Reading in large files is being pulled out of our application code and into its own package. It used to be that one class, lets call it Object, would be used to access file properties, and be passed around our Application. So Application package would call Object.datetime, but now would have to call Object.file_handler.datetime. So I have a few options:

  1. For every property in FileHandler, create a property in Object that just references the file_handler object. So in Object do:

    @property
    def datetime(self):
        return self.file_handler.datetime
    

    This looks really gross because there are dozens of properties/functions, and it's super tight coupling. This is our current solution.
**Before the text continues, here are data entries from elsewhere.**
package present

import (
	"fmt"
	"math"
	"sort"
	"strconv"
	"strings"

	"groundtally/geo"
)
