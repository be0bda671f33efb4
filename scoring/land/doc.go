// Package land computes the land account of a plant from plain numbers.
//
// Stocks of carbon drawn down stand beside yields forgone; a flow is never added to a stock.
//
// Losses are positive and gains stand apart, never netted. Measured areas come from the caller.
package land
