package gen

import (
	"math"

	"groundtally/geo"
)

// zone is one patch of a class: an outer ring that turns left and its holes.
type zone struct {
	class int
	outer []geo.XY
	holes [][]geo.XY
}

// zones classes the plane cell by cell and gives the patches of equal class as polygons. What two
// patches share as boundary they share point by point, so that they neither overlap nor gape. Class -1
// is left out. sweeps is how often a cell takes the class of most of its neighbours.
func zones(ext geo.Extent, cellM float64, sweeps int, classify func(geo.XY) int) []zone {
	nx, ny := int((ext.MaxX-ext.MinX)/cellM)+2, int((ext.MaxY-ext.MinY)/cellM)+2
	cells := make([]int, nx*ny)
	for k := range cells {
		i, j := k%nx, k/nx
		cells[k] = -1
		if i > 0 && j > 0 && i < nx-1 && j < ny-1 {
			cells[k] = classify(geo.XY{X: ext.MinX + float64(cellM*(float64(i)-0.5)), Y: ext.MinY + float64(cellM*(float64(j)-0.5))})
		}
	}
	for range sweeps {
		cells = majority(cells, nx, ny)
	}
	joinCorners(cells, nx, ny)
	at := func(i, j int) int {
		if i < 0 || j < 0 || i >= nx || j >= ny {
			return -1
		}
		return cells[j*nx+i]
	}
	corner := func(i, j int) geo.XY {
		return geo.XY{X: ext.MinX + float64(cellM*float64(i-1)), Y: ext.MinY + float64(cellM*float64(j-1))}
	}
	// A corner where other than two boundaries meet is kept as a point of every ring through it.
	joint := func(i, j int) bool {
		a, b, c, d := at(i-1, j-1), at(i, j-1), at(i, j), at(i-1, j)
		n := 0
		for _, differ := range []bool{a != b, b != c, c != d, d != a} {
			if differ {
				n++
			}
		}
		return n != 2
	}
	dirs := [4][2]int{{1, 0}, {0, 1}, {-1, 0}, {0, -1}}
	// The cell on the left of the step from corner (i,j) in direction d.
	leftCell := func(i, j, d int) int {
		switch d {
		case 0:
			return at(i, j)
		case 1:
			return at(i-1, j)
		case 2:
			return at(i-1, j-1)
		}
		return at(i, j-1)
	}
	rightCell := func(i, j, d int) int {
		switch d {
		case 0:
			return at(i, j-1)
		case 1:
			return at(i, j)
		case 2:
			return at(i-1, j)
		}
		return at(i-1, j-1)
	}
	used := make([]bool, (nx+1)*(ny+1)*4)
	slot := func(i, j, d int) int { return (j*(nx+1)+i)*4 + d }
	var outers []zone
	type hole struct {
		class int
		ring  []geo.XY
	}
	var holes []hole
	for j := range ny + 1 {
		for i := range nx + 1 {
			for d := range 4 {
				c := leftCell(i, j, d)
				if c < 0 || c == rightCell(i, j, d) || used[slot(i, j, d)] {
					continue
				}
				var pts []geo.XY
				var keep []bool
				x, y, e := i, j, d
				for !used[slot(x, y, e)] {
					used[slot(x, y, e)] = true
					if joint(x, y) {
						pts, keep = append(pts, corner(x, y)), append(keep, true)
					}
					nxt := [2]int{x + dirs[e][0], y + dirs[e][1]}
					pts, keep = append(pts, along(corner(x, y), corner(nxt[0], nxt[1]), 0.5)), append(keep, false)
					x, y = nxt[0], nxt[1]
					for _, turn := range []int{1, 0, 3} {
						if f := (e + turn) % 4; leftCell(x, y, f) == c && rightCell(x, y, f) != c {
							e = f
							break
						}
					}
				}
				r := straighten(pts, keep)
				if len(r) < 3 {
					continue
				}
				if ringArea(r) > 0 {
					outers = append(outers, zone{class: c, outer: r})
				} else {
					holes = append(holes, hole{c, r})
				}
			}
		}
	}
	for _, h := range holes {
		best, at := math.Inf(1), -1
		for k, o := range outers {
			if a := ringArea(o.outer); o.class == h.class && a > -ringArea(h.ring) && a < best && inRing(along(h.ring[0], h.ring[1], 0.5), o.outer) {
				best, at = a, k
			}
		}
		if at >= 0 {
			outers[at].holes = append(outers[at].holes, h.ring)
		}
	}
	return outers
}

// joinCorners parts or joins cells where two of a class meet at a corner alone, so that no ring touches
// itself. Every change lowers a class, so it comes to an end.
func joinCorners(cells []int, nx, ny int) {
	for changed := true; changed; {
		changed = false
		for j := 0; j+1 < ny; j++ {
			for i := 0; i+1 < nx; i++ {
				sw, se, ne, nw := j*nx+i, j*nx+i+1, (j+1)*nx+i+1, (j+1)*nx+i
				for _, q := range [2][4]int{{sw, se, ne, nw}, {se, ne, nw, sw}} {
					a, b, c, d := cells[q[0]], cells[q[1]], cells[q[2]], cells[q[3]]
					if a != c || a < 0 || a == b || a == d {
						continue
					}
					switch {
					case b > a && b >= d:
						cells[q[1]] = a
					case d > a:
						cells[q[3]] = a
					default:
						cells[q[2]] = max(b, d)
					}
					changed = true
				}
			}
		}
	}
}

// straighten drops points in line with both neighbours. It looks at the points as given, never at what
// is left, so that both sides of a boundary drop the same ones.
func straighten(pts []geo.XY, keep []bool) []geo.XY {
	var out []geo.XY
	n := len(pts)
	for i := range n {
		a, b, c := pts[(i+n-1)%n], pts[i], pts[(i+1)%n]
		if keep[i] || math.Abs(cross(unit(a, b), unit(b, c))) > 1e-9 {
			out = append(out, b)
		}
	}
	return out
}

// majority gives each cell the class of most of the nine cells around it when that class has at least five.
func majority(cells []int, nx, ny int) []int {
	out := append([]int(nil), cells...)
	for j := 1; j < ny-1; j++ {
		for i := 1; i < nx-1; i++ {
			var seen [9]int
			n := 0
			for b := j - 1; b <= j+1; b++ {
				for a := i - 1; a <= i+1; a++ {
					seen[n] = cells[b*nx+a]
					n++
				}
			}
			for _, c := range seen {
				count := 0
				for _, d := range seen {
					if d == c {
						count++
					}
				}
				if count >= 5 {
					out[j*nx+i] = c
					break
				}
			}
		}
	}
	return out
}
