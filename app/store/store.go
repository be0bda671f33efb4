package store

import (
	"bytes"
	"context"
	"database/sql"
	"database/sql/driver"
	"encoding/json"
	"errors"
	"fmt"
	"io"
	"net/url"
	"os"
	"path/filepath"
	"sort"
	"strings"
	"time"

	_ "modernc.org/sqlite" // the SQLite driver

	"groundtally/app/study"
)

// busyTimeout is how long a call waits for another program before it gives study.ErrBusy.
const busyTimeout = 5 * time.Second

// timeForm is RFC 3339 with a fixed number of digits, so that text order is time order.
const timeForm = "2006-01-02T15:04:05.000000000Z"

type options struct {
	busy       time.Duration
	migrations []func(context.Context, *sql.Conn) error
	pragmas    []string
}

func usual() options { return options{busy: busyTimeout, migrations: migrations} }

// file is an open study file. The pool holds one connection, so that calls from several goroutines
// follow one another.
type file struct {
	path string
	db   *sql.DB
	fail func() error // asked before every statement that writes; nil outside tests
}

var _ study.Store = (*file)(nil)

// Create makes an empty study at path. It refuses to overwrite: where something is there already the
// error is study.ErrNameInUse.
func Create(ctx context.Context, path string) (study.Store, error) {
	f, err := create(ctx, path, usual())
	if err != nil {
		return nil, wrap(path, "create study", err)
	}
	return f, nil
}

func create(ctx context.Context, path string, o options) (*file, error) {
	h, err := os.OpenFile(path, os.O_CREATE|os.O_EXCL|os.O_RDWR, 0o666)
	if err != nil {
		return nil, err
	}
	if err := h.Close(); err != nil {
		return nil, err
	}
	f, err := connect(ctx, path, o)
	if err == nil {
		if err = f.migrate(ctx, 0, o.migrations); err == nil {
			return f, nil
		}
		err = errors.Join(err, f.db.Close())
	}
	// The file was made above, so taking it away destroys nothing of the user's.
	return nil, errors.Join(err, os.Remove(path))
}

// Open opens the study at path. A file that is there but not a study gives study.ErrNotAStudy, one of
// a later schema study.ErrNewerStudy; one of an earlier schema is brought up to date.
func Open(ctx context.Context, path string) (study.Store, error) {
	f, err := open(ctx, path, usual())
	if err != nil {
		return nil, wrap(path, "open study", err)
	}
	return f, nil
}

func open(ctx context.Context, path string, o options) (*file, error) {
	if err := sniff(path); err != nil {
		return nil, err
	}
	f, err := connect(ctx, path, o)
	if err != nil {
		return nil, err
	}
	if err := f.prepare(ctx, o); err != nil {
		return nil, errors.Join(err, f.db.Close())
	}
	return f, nil
}

// sniff tells what can be told from the first bytes, in plain words.
func sniff(path string) error {
	h, err := os.Open(path)
	if err != nil {
		if errors.Is(err, os.ErrPermission) {
			return fmt.Errorf("you have no right to read the file: %w", err)
		}
		return err
	}
	defer h.Close()
	info, err := h.Stat()
	if err != nil {
		return err
	}
	if info.IsDir() {
		return fmt.Errorf("%w: it is a folder", study.ErrNotAStudy)
	}
	head := make([]byte, 16)
	switch n, err := io.ReadFull(h, head); {
	case n == 0 && errors.Is(err, io.EOF):
		return fmt.Errorf("%w: the file is empty", study.ErrNotAStudy)
	case err != nil && !errors.Is(err, io.ErrUnexpectedEOF):
		return err
	case string(head[:n]) != "SQLite format 3\x00":
		return fmt.Errorf("%w: it is not a GeoPackage", study.ErrNotAStudy)
	}
	return nil
}

func connect(ctx context.Context, path string, o options) (*file, error) {
	abs, err := filepath.Abs(path)
	if err != nil {
		return nil, err
	}
	p := filepath.ToSlash(abs)
	if !strings.HasPrefix(p, "/") {
		p = "/" + p // a drive letter
	}
	q := url.Values{"mode": {"rw"}, "_defensive": {"1"}}
	pragmas := append([]string{
		fmt.Sprintf("busy_timeout(%d)", o.busy.Milliseconds()),
		"foreign_keys(1)",
		"synchronous(FULL)",
		"trusted_schema(0)",
		"cell_size_check(1)",
	}, o.pragmas...)
	for _, v := range pragmas {
		q.Add("_pragma", v)
	}
	u := url.URL{Scheme: "file", Path: p, RawQuery: q.Encode()}
	db, err := sql.Open("sqlite", u.String())
	if err != nil {
		return nil, err
	}
	db.SetMaxOpenConns(1)
	f := &file{path: path, db: db}
	if err := db.PingContext(ctx); err != nil {
		return nil, errors.Join(err, db.Close())
	}
	return f, nil
}

func (f *file) prepare(ctx context.Context, o options) error {
	version, err := f.version(ctx)
	if err != nil {
		return err
	}
	if version > len(o.migrations) {
		return fmt.Errorf("%w: it has schema %d, this program knows up to %d", study.ErrNewerStudy, version, len(o.migrations))
	}
	if version < len(o.migrations) {
		return f.migrate(ctx, version, o.migrations)
	}
	return f.rollbackJournal(ctx)
}

func (f *file) version(ctx context.Context) (int, error) {
	var n int
	if err := f.db.QueryRowContext(ctx, `SELECT count(*) FROM sqlite_master WHERE type = 'table' AND name = 'gt_schema'`).Scan(&n); err != nil {
		return 0, err
	}
	if n == 0 {
		return 0, fmt.Errorf("%w: it is a database without the tables of a study; add it to a study as a layer instead", study.ErrNotAStudy)
	}
	var version int
	err := f.db.QueryRowContext(ctx, `SELECT version FROM gt_schema WHERE id = 1`).Scan(&version)
	if errors.Is(err, sql.ErrNoRows) {
		return 0, fmt.Errorf("%w: its schema number is gone", study.ErrDamaged)
	}
	return version, err
}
  2. Find a way to copy those functions/properties automatically. Something like:

    for property in self.file_handler:
        create self.property with value self.file_handler.property
    

    Due to the size of files this MUST be a reference and not a memory copy.

  3. Go through the application and replace every call to self.object.property with self.object.file_handler.property. Since Application is production level code, this is a big ask. It could break other things that we haven't touched in a while (unit tests exist but they're not great).

  4. Restructure everything. FileHandler must be in a different package, and I don't want to copy/paste the functionality into Application. I can't have Object extend FileHandler because Object represents FileHandler at one instance in time (it makes my head hurt; basically Object is an Application instance and there are multiple Applications run per FileHandler object; FileHandler objects are passed to Application through an iterator). I need Object because FileHandler can't implement Application features - they should have been two classes in the first place. If someone is interested in this let me know and I can provide more structural details, but I'm leaning towards a hacky one-off solution.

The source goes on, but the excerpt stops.